On 26-Jul-02, in the results for the year ended 31-Mar-02, Can Do wrote:

"The services provided by Shipping-Info.com were only launched in end of May 2002. Owing to the current unfavourable economic atmosphere, the result of the initial operation has not been satisfactory and is still under review. To adopt a prudent approach, a full provision of the carrying value is made in the current year. However, the Board is of the view that it would provide positive contribution in the future and will closely monitor its performance. Should the result of operation be improved, the Board will consider reversal of the provision made." 

As a result, Can Do wrote off the amount of HK$78.4m, being the total book cost of the 49% stake in Masterful.

Pass the Portal

But all was not lost. On 12-Aug-02, eCyberChina announced the proposed purchase of the 49% stake in Masterful from Can Do for HK$56.8m, satisfied by the issue of 284m shares at par value of $0.20 each. Conveniently, the shares represent 9.9% of the enlarged issued share capital of eCyberChina, just less than the 10% disclosure threshold, and are not subject to any lock-up.

Although the eCyberChina shares were to be issued at par value of $0.20, they are worth considerably less in the market. On 31-Jul-02, they plunged 84.5% from $0.116 to $0.018 in 47 minutes before being suspended. On that basis, the deal would be worth only $5.1m.

The $56m price on the deal was based on a "preliminary value" of Masterful of HK$116m as at 9-Aug-02 by LCH (yes, them again).
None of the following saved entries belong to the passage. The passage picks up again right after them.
package server

import (
	"context"
	"encoding/json"
	"fmt"
	"net/http/httptest"
	"os"
	"os/exec"
	"path/filepath"
	"strings"
	"testing"
	"testing/fstest"
	"time"

	"github.com/chromedp/chromedp"

	"tripwell/store"
)

// handheld is a phone: Chromium with a profile that outlives the browser, behind a wire that can be cut.
type handheld struct {
	t       testing.TB
	base    string
	profile string
	ctx     context.Context
	stop    func()
}

// openHandheld starts a browser on a profile; a profile used before brings back what it kept.
func openHandheld(t testing.TB, base, profile string) *handheld {
	t.Helper()
	if testing.Short() {
		t.Skip("browser tests are left out with -short")
	}
	path, err := exec.LookPath("chromium")
	if err != nil {
		if os.Getenv("CI") != "" {
			t.Fatal("Chromium is not installed, and in CI browser tests must run")
		}
		t.Skip("Chromium is not installed: browser test left out")
	}
	allocator, stopAllocator := chromedp.NewExecAllocator(context.Background(),
		chromedp.ExecPath(path), chromedp.Headless, chromedp.NoFirstRun, chromedp.UserDataDir(profile),
		chromedp.Flag("no-sandbox", true), chromedp.Flag("disable-gpu", true), chromedp.Flag("disable-quic", true),
		chromedp.Flag("disable-dev-shm-usage", true), chromedp.Flag("disable-background-networking", true),
		chromedp.Flag("disable-component-update", true), chromedp.Flag("disable-sync", true), chromedp.WindowSize(390, 844))
	ctx, stop := chromedp.NewContext(allocator)
	p := &handheld{t: t, base: base, profile: profile, ctx: ctx}
	stopped := false
	p.stop = func() {
		if stopped {
			return
		}
		stopped = true
		_ = chromedp.Cancel(ctx) // closes the browser and waits for it
		stop()
		stopAllocator()
	}
	t.Cleanup(func() { p.stop() })
	p.do(chromedp.EmulateViewport(390, 844))
	return p
}

func (p *handheld) do(a chromedp.Action[chromedp.Void]) {
	p.t.Helper()
	if err := chromedp.Do(p.ctx, a); err != nil {
		p.t.Fatal(err)
	}
}

func (p *handheld) open(path string) { p.t.Helper(); p.do(chromedp.Navigate(p.base + path)) }

// signIn opens a one-time link and presses its button.
func (p *handheld) signIn(r *rig, who store.Person) {
	p.t.Helper()
	token, err := r.store.NewLink(who.ID, time.Hour)
	must(p.t, err)
	p.open("/in/" + token + "?next=/field")
	p.until("the sign-in button", `document.querySelector("main button, form button")`)
	p.until("a press on it", `(document.querySelector("main button, form button").click(), true)`)
	p.until("the field client", `location.pathname === "/field"`)
}

// until waits until an expression is true on the page.
func (p *handheld) until(what, expression string) {
	p.t.Helper()
	for end := time.Now().Add(30 * time.Second); time.Now().Before(end); time.Sleep(30 * time.Millisecond) {
		if ok, err := chromedp.Run(p.ctx, chromedp.Evaluate[bool]("Boolean("+expression+")")); err == nil && ok {
			return
		}
	}
	page, _ := chromedp.Run(p.ctx, chromedp.Evaluate[string]("location.href + '\\n' + document.body.innerText.slice(0, 1500)"))
	p.t.Fatalf("waited 30 s for %s; the page says:\n%s", what, page)
}

// get gives the value of an expression, a promise's when it is settled.
func (p *handheld) get(expression string) string {
	p.t.Helper()
	v, err := chromedp.Run(p.ctx, chromedp.Evaluate[string](expression, chromedp.EvalAwaitPromise))
	if err != nil {
		p.t.Fatalf("%s: %v", expression, err)
	}
	return v
}

func (p *handheld) sees(text string) {
	p.t.Helper()
	p.until(text, `document.body.innerText.includes(`+fmt.Sprintf("%q", text)+`)`)
}

func (p *handheld) press(within, text string) {
	p.t.Helper()
	find := fmt.Sprintf(`[...document.querySelectorAll(%q)].find((e) => e.innerText.trim().startsWith(%q))`, within, text)
	p.until(within+" "+text, find)
	p.until("a press on "+text, `(`+find+`.click(), true)`)
}

// ready waits until the worker is there with the whole client and the first sites are on the phone.
func (p *handheld) ready() {
	p.t.Helper()
	p.until("the worker", `(navigator.serviceWorker.getRegistration().then((r) => { globalThis.workerThere = Boolean(r?.active); }), globalThis.workerThere)`)
	p.until("a site on the phone", `document.querySelector(".along a")?.innerText.includes("1 site on this phone")`)
}

// row is a record as the tray's own storage has it.
type row struct {
	ID, Log, Record, State, From string
	Receipt                      store.Receipt
	Summary                      struct{ Result string }
}

func (p *handheld) tray() []row {
	p.t.Helper()
	raw := p.get(`new Promise((yes, no) => { const open = indexedDB.open("tray"); open.onerror = no;
		open.onsuccess = () => { const all = open.result.transaction("records").objectStore("records").getAll(); all.onerror = no;
			all.onsuccess = () => { yes(JSON.stringify(all.result)); open.result.close(); }; }; })`)
	var rows []row
	must(p.t, json.Unmarshal([]byte(raw), &rows))
	return rows
}

func (p *handheld) waiting() int {
	n := 0
	for _, r := range p.tray() {
		if r.State == "waiting" {
			n++
		}
	}
	return n
}

// testNext answers the button test of the device shown with one tap and saves it; n is how many are kept then.
func (p *handheld) testNext() {
	p.t.Helper()
	p.press(".one-tap", "")
	p.until("the answers", `document.querySelector(".go").getAttribute("aria-disabled") === "false"`)
	p.until("a press on Save", `(globalThis.lastSaved = document.querySelector(".saved")?.innerText ?? "", document.querySelector(".go").click(), true)`)
	p.until("saved", `document.querySelector(".saved") && document.querySelector(".saved").innerText !== globalThis.lastSaved`)
}

// siteRecords gives the entries in a site's log as the server has them, in the log's order.
func (r *rig) entries() (list []struct {
	ID, From, Shown string
	N               int64
}) {
	r.t.Helper()
	pulled, err := r.store.Pull(store.Scope{All: true}, r.site, "", 1000)
	must(r.t, err)
	for _, p := range pulled.Records {
		var env struct {
			ID, Kind, From string
			N              int64
			Body           struct{ Shown struct{ Result string } }
		}
		must(r.t, json.Unmarshal([]byte(p.Record), &env))
		if env.Kind == "entry.made" {
			list = append(list, struct {
				ID, From, Shown string
				N               int64
			}{env.ID, env.From, env.Body.Shown.Result, env.N})
		}
	}
	return list
}

func TestOffline_TwentyFiveEntriesThroughACutAClosedBrowserAndALostAnswer(t *testing.T) {
	if testing.Short() {
		t.Skip("browser tests are left out with -short")
	}
	r := newRig(t, 30)
	w := newWire(t, strings.TrimPrefix(r.url, "http://"))
	profile := filepath.Join(t.TempDir(), "profile")
	p := openHandheld(t, "http://"+w.addr, profile)
	p.signIn(r, r.crew)
	p.ready()

	w.cut()
	p.do(chromedp.Reload())
	p.sees("Kiln Lane Day Clinic")
	p.press("a.row", "Kiln Lane")
	p.press("a.row", "Outlet 1")
	p.press("a", "Button test")
	for range 25 {
		p.testNext()
	}
	if n := p.waiting(); n != 25 {
		t.Fatalf("got %d entries waiting, want 25", n)
	}
	p.stop()
	p = openHandheld(t, "http://"+w.addr, profile)
	p.open("/field")
	p.sees("25 kept on this phone")
	p.sees("No signal")
	if n := len(r.entries()); n != 0 {
		t.Fatalf("%d entries are at the server, and the line is cut", n)
	}
	// A label's address opens the client too.
	p.open("/T/K7QM2P3")
	p.until("the client at a label's address", `location.pathname === "/T/K7QM2P3" && document.querySelector("#field .where h1")`)

	// The line is back but every answer is lost: all is kept at the server, nothing leaves the tray.
	w.mend()
	w.deaf()
	p.open("/field#/tray")
	p.press("button", "Send now")
	for end := time.Now().Add(20 * time.Second); len(r.entries()) < 25 && time.Now().Before(end); time.Sleep(50 * time.Millisecond) {
	}
	if n, kept := len(r.entries()), p.waiting(); n != 25 || kept != 25 {
		t.Fatalf("got %d at the server and %d in the tray while answers are lost, want 25 and 25", n, kept)
	}
	w.cut()
	w.mend()
	p.press("button", "Send now")
	p.sees("All sent")

	got := r.entries()
	if len(got) != 25 {
		t.Fatalf("got %d entries at the server, want each of 25 once", len(got))
	}
	for i, e := range got {
		if e.N != int64(i+1) {
			t.Errorf("entry %d of the log has n %d, want %d", i+1, e.N, i+1)
		}
		must(t, r.store.View(r.manager.Scope(), func(v *store.View) error {
			judged, err := v.Entry(e.ID)
			if err == nil && string(judged.Verdict.Result) != e.Shown {
				t.Errorf("entry %d: the phone said %s, the server says %s", i+1, e.Shown, judged.Verdict.Result)
			}
			return err
		}))
	}
}

// Two pages of one phone, a copied profile, a newer version of the program, and a server put back to an older backup.
func TestOffline_TwoPagesACopyAnotherVersionAndAServerPutBack(t *testing.T) {
	if testing.Short() {
		t.Skip("browser tests are left out with -short")
	}
	r := newRig(t, 12)
	w := newWire(t, strings.TrimPrefix(r.url, "http://"))
	profile, copied := filepath.Join(t.TempDir(), "profile"), filepath.Join(t.TempDir(), "copy")
	p := openHandheld(t, "http://"+w.addr, profile)
	p.signIn(r, r.crew)
	p.ready()
	p.press("a.row", "Kiln Lane")
	p.press("a.row", "Outlet 1")
	p.press("a", "Button test")
	p.testNext()
	p.until("the first entry at the server", `document.querySelector(".foot .tray").innerText.includes("All sent")`)
	p.stop()
	must(t, os.CopyFS(copied, os.DirFS(profile)))

	// The copy counts on with the same id; the server sees one n twice, and the copy draws an id of its own.
	p = openHandheld(t, "http://"+w.addr, profile)
	p.open("/field")
	p.ready()
	first := p.installation()
	p.testAnother()
	p.sees("All sent")
	twin := openHandheld(t, "http://"+w.addr, copied)
	twin.open("/field")
	twin.ready()
	twin.testAnother()
	twin.sees("All sent")
	twin.until("an id of its own", `(new Promise((yes) => { const open = indexedDB.open("tray"); open.onsuccess = () => { const q = open.result.transaction("me").objectStore("me").get("installation");
		q.onsuccess = () => { globalThis.idNow = q.result; open.result.close(); yes(); }; }; }), globalThis.idNow && globalThis.idNow !== `+fmt.Sprintf("%q", first)+`)`)
	twin.testAnother()
	twin.sees("All sent")
	got := r.entries()
	if len(got) != 4 || got[3].From == first || got[3].N != 1 || got[2].From != first || got[2].N != got[1].N {
		t.Errorf("got %+v, want four entries: the third with an n used before, the fourth the first of another id", got)
	}
	twin.stop()

	// A newer program: offered, not taken while a form is open, then taken whole; it opens without a line.
	older, err := os.Create(filepath.Join(t.TempDir(), store.BookFile))
	must(t, err)
	_, err = r.store.Backup(older)
	must(t, err)
	must(t, older.Close())
	newer := httptest.NewServer(newerServer(t, r.store).Handler())
	defer newer.Close()
	w.lead(newer.Listener.Addr().String())
	p.startAnother()
	p.until("the look for another version", `(navigator.serviceWorker.getRegistration().then((r) => r.update()), document.body.innerText.includes("once this page is finished"))`)
	p.testNext() // the client of before works with the server of now
	p.until("the sites", `(location.hash = "#/", document.querySelector(".along"))`)
	// Asked for, it is taken at once or, where the browser still holds the older worker, when the client is opened next.
	p.press("button", "Take it now")
	p.stop()
	p = openHandheld(t, "http://"+w.addr, profile)
	p.open("/field")
	p.until("the newer client", `globalThis.newerClient`)
	w.cut()
	p.do(chromedp.Reload())
	p.until("the newer client without a line", `globalThis.newerClient && document.querySelector(".along")`)
	w.mend()
	p.testAnother()
	p.sees("All sent")

	// The server is put back to the backup: what this phone sent since goes again by itself.
	back, err := store.Open(filepath.Dir(older.Name()), store.Options{Now: time.Now})
	must(t, err)
	defer back.Close()
	had, now := *r, r.entries()
	had.store = back
	if len(now) != 6 || len(had.entries()) != 4 {
		t.Fatalf("got %d entries now and %d in the backup, want 6 and 4", len(now), len(had.entries()))
	}
	restored := httptest.NewServer(newerServer(t, back).Handler())
	defer restored.Close()
	w.lead(restored.Listener.Addr().String())
	p.do(chromedp.Reload())
	for end := time.Now().Add(20 * time.Second); len(had.entries()) < 6 && time.Now().Before(end); time.Sleep(50 * time.Millisecond) {
	}
	if again := had.entries(); len(again) != 6 || again[4].ID != now[4].ID || again[5].ID != now[5].ID {
		t.Errorf("got %+v on the restored server, want the two entries it lost", again)
	}
	p.sees("All sent")
}

// newerServer is the program of a later day: one of the client's modules differs.
func newerServer(t *testing.T, s *store.Store) *Server {
	t.Helper()
	srv, err := New(s, Options{})
	must(t, err)
	files := fstest.MapFS{}
	for name, file := range srv.assets.files {
		files[name] = &fstest.MapFile{Data: file.plain}
	}
	files["field.mjs"] = &fstest.MapFile{Data: append([]byte("globalThis.newerClient = true;\n"), files["field.mjs"].Data...)}
	srv.assets, err = readAssets(files)
	must(t, err)
	srv.pages, err = srv.readPages()
	must(t, err)
	return srv
}

func (p *handheld) installation() string {
	p.t.Helper()
	return p.get(`new Promise((yes) => { const open = indexedDB.open("tray"); open.onsuccess = () => { const q = open.result.transaction("me").objectStore("me").get("installation"); q.onsuccess = () => { open.result.close(); yes(q.result); }; }; })`)
}

// testAnother makes one more button test, from the list of sites on.
func (p *handheld) testAnother() {
	p.t.Helper()
	p.startAnother()
	p.testNext()
}

func (p *handheld) startAnother() {
	p.t.Helper()
	p.until("the sites", `(location.hash = "#/", document.querySelector(".along"))`)
	p.press("a.row", "Kiln Lane")
	p.press("main .room a.row", "")
	p.press("a", "Button test")
}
From the date of incorporation until 31-May-02, Masterful had now lost HK$53k and no further capital had been invested beyond the original HK$390,000.

No ships in site

And what about the portal? Well, we registered as a user and took a look around. You don't get much for $116m. The form-driven "Sailing Schedule" showed no ships to Long Beach (the biggest port in the US) between today and the end of 2002, or any year up to 2010 for that matter, despite claims that the portal has been operating since May-02. So then we tried Amsterdam, Felixstowe, New York and Panama. Nothing. Not a boat in sight.

Incidentally, it is rather puzzling that the form does not invite the user to select a port of departure, only a port of arrival. The "Cargo Tracking" page just links to the web sites of individual shipping lines. The "Shipping Directory" is just a 35-page list of HK shippers in alphabetic order with no search function. There is no visible advertising and registration is "totally free of charge" so it is not entirely clear where the revenue is in this model!

It looks like Mr Cheung and Ms Lim got rather a good deal - they invested HK$0.39m in a dysfunctional portal and received $44.7m in cash and 134.8m shares in Can Do with no lock-up which may have been sold at any time, and Mr Cheung still keeps majority control of Masterful. Meanwhile, the parcel is passed to eCyberChina, if they are satisfied with their due diligence.

The Shipping-info.com transaction is just one of several by Can Do and eCyberChina separately that have destroyed shareholder value. The other deals are beyond the scope of this article, but the message to shareholders of Can Do and eCyberChina is simple: abandon ship.